Features: multiple variants • Built-in AI engine • (HUB protocol) External engine support (Scan, Kingsrow) • RL/ML ready • Web UI
Installation
pip install py-draughts
Core
>>> import draughts
>>> board = draughts.Board()
>>> board.legal_moves
[Move: 31->27, Move: 31->26, Move: 32->28, ...]
>>> board.push_uci("31-27")
>>> board.push_uci("18-22")
>>> board.push_uci("27x18")
>>> board.push_uci("12x23")
>>> board
. b . b . b . b . b
b . b . b . b . b .
. b . b . . . b . b
. . . . b . b . b .
. . . b . . . . . .
. . . . . . . . . .
. w . w . w . w . w
w . w . w . w . w .
. w . w . w . w . w
w . w . w . w . w .
>>> board.pop() # Unmake the last move
Move: 12->23
>>> board.turn
Color.WHITE
Make and unmake moves
>>> board.push_uci("32-28") # Make a move
>>> board.pop() # Unmake the last move
Move: 32->28
Show ASCII board
>>> board = draughts.Board()
>>> print(board)
. b . b . b . b . b . 1 . 2 . 3 . 4 . 5
b . b . b . b . b . 6 . 7 . 8 . 9 . 10 .
. b . b . b . b . b . 11 . 12 . 13 . 14 . 15
b . b . b . b . b . 16 . 17 . 18 . 19 . 20 .

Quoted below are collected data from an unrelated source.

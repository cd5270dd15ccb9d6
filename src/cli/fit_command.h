// SPDX-License-Identifier: MIT
// `sevenfold fit`: regenerate the entries of every species into one entries file.
#pragma once

#include <optional>
#include <string>
#include <vector>

#include <CLI/CLI.hpp>

namespace sevenfold::cli {

struct FitCommandOptions {
  std::vector<std::string> species_files;
  std::vector<std::string> species_names;  // empty: all
  std::string output_path;
  std::string mid;          // "" (each species' own), "auto", or a temperature in K
  std::string objective;            // "" (each species' own), "minimax" or "least-squares"
  std::string extrapolation_guard;  // "" (each species' own), "off" or "FACTOR:BAND"
  bool continuous_second_derivative = false;
  bool allow_poor_fits = false;
  bool keep_going = false;  // write the good entries, list the species that failed, exit 1
  int num_jobs = 0;         // 0: hardware threads
  bool quiet = false;
};

// Adds the subcommand; when it runs, its exit status goes to exit_status.
void SetupFitCommand(CLI::App& app, int& exit_status);
// Writes the entries file atomically. Returns 0, or 1 when a fit misses its thresholds (unless
// allow_poor_fits). Throws Error on bad input; the previous output file is then left untouched.
int RunFitCommand(const FitCommandOptions& options);

}  // namespace sevenfold::cli
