// SPDX-License-Identifier: MIT
// Checks of a species file's raw text made before YAML parsing: the number of YAML documents it
// holds, and how deep its flow collections nest. (Its bytes are checked by core/utf8.h, the
// validator both readers share.)
#pragma once

#include <optional>
#include <string>

namespace sevenfold::detail {

// The 1-based line where a second YAML document starts, 0 when there is none: a line "---"
// (alone or followed by a space) after a line with content, or a line with content after a
// "..." end marker. Comments, blank lines and %-directives are not content.
int SecondDocumentLine(const std::string& text);

// Flow collections ("[" and "{") nested deeper than this are refused before YAML parsing: a
// species file needs 3 levels ([[0, 2], [9375.4, 2]] inside a flow map), while yaml-cpp spends
// seconds and gigabytes on a file of millions of nested brackets before it fails.
inline constexpr int kMaxFlowNesting = 64;

struct TextPosition {
  int line = 0;
  int column = 0;
};

// The position (1-based) of the first "[" or "{" opening level kMaxFlowNesting + 1, outside
// quoted scalars and comments; nullopt when there is none.
std::optional<TextPosition> TooDeepFlowNesting(const std::string& text);

}  // namespace sevenfold::detail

. . . . . . . . . . . 21 . 22 . 23 . 24 . 25
. . . . . . . . . . 26 . 27 . 28 . 29 . 30 .
. w . w . w . w . w . 31 . 32 . 33 . 34 . 35
w . w . w . w . w . 36 . 37 . 38 . 39 . 40 .
. w . w . w . w . w . 41 . 42 . 43 . 44 . 45
w . w . w . w . w . 46 . 47 . 48 . 49 . 50 .
Detects draws and game end
>>> board.is_draw
False
>>> board.is_threefold_repetition
False
>>> board.game_over
False
>>> board.result
'-'
FEN parsing and writing
>>> board.fen
'[FEN "W:W:W31,32,33,...:B1,2,3,..."]'
>>> board = draughts.Board.from_fen("W:WK10,K20:BK35,K45")
>>> board
. . . . . . . B . .
. . . . . . . . . .
. . . . . . . . . .
. . . . . . . . . .
. . . . . . . . . .
. . . . . . . . . .
. . . . W . . . . .
. . . . . . . . . .
. . . . W . . . . .
B . . . . . . . . .
PDN parsing and writing
>>> board = draughts.Board()
>>> board.push_uci("32-28")
>>> board.push_uci("18-23")
>>> board.pdn
'[GameType "20"]
[Variant "Standard (international) checkers"]
[Result "-"]
1. 32-28 18-23'
>>> board = draughts.Board.from_pdn('[GameType "20"]\n1. 32-28 19-23 2. 28x19 14x23')
Variants
| Variant | Class | Board | Flying Kings | Max Capture |
|---|---|---|---|---|
| Standard | StandardBoard |
10×10 | Yes | Required |
| American | AmericanBoard |
8×8 | No | Not required |
| Frisian | FrisianBoard |
10×10 | Yes | Required |
| Russian | RussianBoard |
8×8 | Yes | Not required |
>>> from draughts import StandardBoard, AmericanBoard, FrisianBoard, RussianBoard
>>> board = AmericanBoard()
>>> board
. b . b . b . b
b . b . b . b .
. b . b . b . b
. . . . . . . .
. . . . . . . .
w . w . w . w .
. w . w . w . w
w . w . w . w .
SVG Rendering
>>> import draughts
>>> board = draughts.Board()
>>> draughts.svg.board(board, size=400) # Returns SVG string
>>> board = draughts.Board.from_fen("W:WK10,K20:BK35,K45")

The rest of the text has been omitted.